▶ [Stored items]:
····················
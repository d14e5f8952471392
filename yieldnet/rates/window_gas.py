"""What was given off as gas in a window, as observations with the covariance of all its readings.

Readings of one row share its inert gas and its flow; all rows may share the entering gas and a
meter. So the rates are turned into independent ones by the Cholesky factor of their covariance.
"""

from __future__ import annotations

from typing import TYPE_CHECKING

from yieldnet.rates.offgas import CARBON_DIOXIDE, gas_at, outlet_of
from yieldnet.rates.values import covariance, nominal
from yieldnet.rates.window_model import GasData

if TYPE_CHECKING:
    from collections.abc import Sequence

    import numpy as np
    from numpy.typing import NDArray

    from yieldnet.rates.growth_line import GrowthLine
    from yieldnet.rates.liquids import Liquids
    from yieldnet.rates.offgas import GasRow
    from yieldnet.rates.values import Listed, Notes, Quantity, Values

    Floats = NDArray[np.float64]

__all__ = ["find_gas_data"]

SINGULAR = 1e-9
"""Least eigenvalue of a correlation matrix that is inverted: below it half of the digits of a float
are lost [-]."""


def find_gas_data(
    values: Values,
    items: Sequence[Listed],
    line: GrowthLine,
    liquids: Liquids,
    notes: Notes,
    moved: Floats | None = None,
) -> GasData | None:
    """Gas rates of a window.

    Parameters
    ----------
    values : Values
        Values of the run.
    items : sequence of Listed
        Compounds.
    line : GrowthLine
        Window; the weight of stored inorganic carbon is taken at its growth rate.
    liquids : Liquids
        Volumes.
    notes : Notes
        Takes findings and assumptions.
    moved : ndarray or None
        By how much each rate differs from its reading for the errors to be taken there [mol/h].

    Returns
    -------
    GasData or None
        ``None`` where no row of the window has gas.

    Notes
    -----
    The inorganic carbon c of the broth follows the leaving gas, whose fraction beyond the entering
    one grows as the cells do. So mu V (c - c_in) is stored, and what flows in is brought to c.
    """
    import numpy as np

    names = tuple(item.name for item in items if item.in_gas)
    found = [(at, gas_at(values, row)) for at, row in enumerate(line.rows)]
    known = [(at, gas) for at, gas in found if gas is not None]
    if not names or not known:
        return None
    if CARBON_DIOXIDE in names and known[0][1].carbon_out is not None:
        notes.assume(
            "inorganic carbon in the broth beyond what the entering gas holds grows with the cells"
        )
    rates, storing = _observed(values, names, line, liquids, known)
    likely, likely_storing = rates, storing
    if moved is not None:
        there = [
            (at, _moved(values, line.rows[at], gas, names, step))
            for (at, gas), step in zip(known, moved.reshape(len(names), -1).T, strict=True)
        ]
        likely, likely_storing = _observed(values, names, line, liquids, there)
    spread = covariance(
        [rate + line.growth_rate * part for rate, part in zip(likely, likely_storing, strict=True)]
    )
    sds = np.sqrt(np.diag(spread))
    whitening = _whitening(spread, sds)
    if whitening is None:
        notes.findings.add(
            "YN833",
            "gas readings have too few errors of their own for a fit",
            values.run.span,
            left=f"gas rates {len(rates)}",
            right=f"smallest s.d. {sds.min():.2g} mol/h",
            hint="Give the fractions of the leaving gas their standard deviations.",
        )
        whitening = np.eye(len(rates))
    return GasData(
        names=names,
        which=np.repeat(np.arange(len(names)), len(known)),
        at=np.tile(np.array([at for at, _ in known], dtype=np.intp), len(names)),
        values=np.array([nominal(rate) for rate in rates]),
        storing=np.array([nominal(part) for part in storing]),
        whitening=whitening,
        sds=sds,
    )


def _moved(values: Values, row: int, gas: GasRow, names: Sequence[str], step: Floats) -> GasRow:
    """Gas of a row as it would be read if its rates were others."""
    rates = {name: nominal(rate) for name, rate in gas.rates.items()}
    for name, change in zip(names, step, strict=True):
        rates[name] += float(change)
    there = gas_at(values, row, outlet_of(values, row, rates))
    return gas if there is None else there


def _observed(
    values: Values,
    names: Sequence[str],
    line: GrowthLine,
    liquids: Liquids,
    known: Sequence[tuple[int, GasRow]],
) -> tuple[list[Quantity], list[Quantity]]:
    """Rates with what the inflow takes up [mol/h], and carbon in the broth that grows [mol]."""
    rates: list[Quantity] = []
    storing: list[Quantity] = []
    for name in names:
        for at, gas in known:
            row = line.rows[at]
            rate, stored = gas.rates[name], 0.0
            if name == CARBON_DIOXIDE and gas.carbon_out is not None:
                rate = rate + _inflow(values.run.times, liquids, row) * gas.carbon_out
                stored = nominal(liquids.volumes[row]) * (gas.carbon_out - gas.carbon_in)
            rates.append(rate)
            storing.append(stored)
    return rates, storing


def _inflow(times: Sequence[float], liquids: Liquids, row: int) -> float:
    """Liquid added per time at a row, mean of the steps before and after [L/h]."""
    rates = [
        sum(nominal(steps[step]) for _, steps in liquids.added) / (times[step + 1] - times[step])
        for step in (row - 1, row)
        if 0 <= step < len(times) - 1 and all(steps[step] is not None for _, steps in liquids.added)
    ]
    return sum(rates) / len(rates) if rates else 0.0


def _whitening(spread: Floats, sds: Floats) -> Floats | None:
    """Inverse of the Cholesky factor; ``None`` where the readings are not independent enough."""
    import numpy as np

    if not (sds > 0).all():
        return None
    correlation = spread / np.outer(sds, sds)
    if np.linalg.eigvalsh(correlation)[0] < SINGULAR:
        return None
    found: Floats = np.linalg.inv(np.linalg.cholesky(correlation)) / sds[None, :]
    return found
····················
▶ [Instructions to follow]:
Go through the entries above and report each line with the string "cells" in it.

▶ [Task answer]:
    one grows as the cells do. So mu V (c - c_in) is stored, and what flows in is brought to c.
            "inorganic carbon in the broth beyond what the entering gas holds grows with the cells"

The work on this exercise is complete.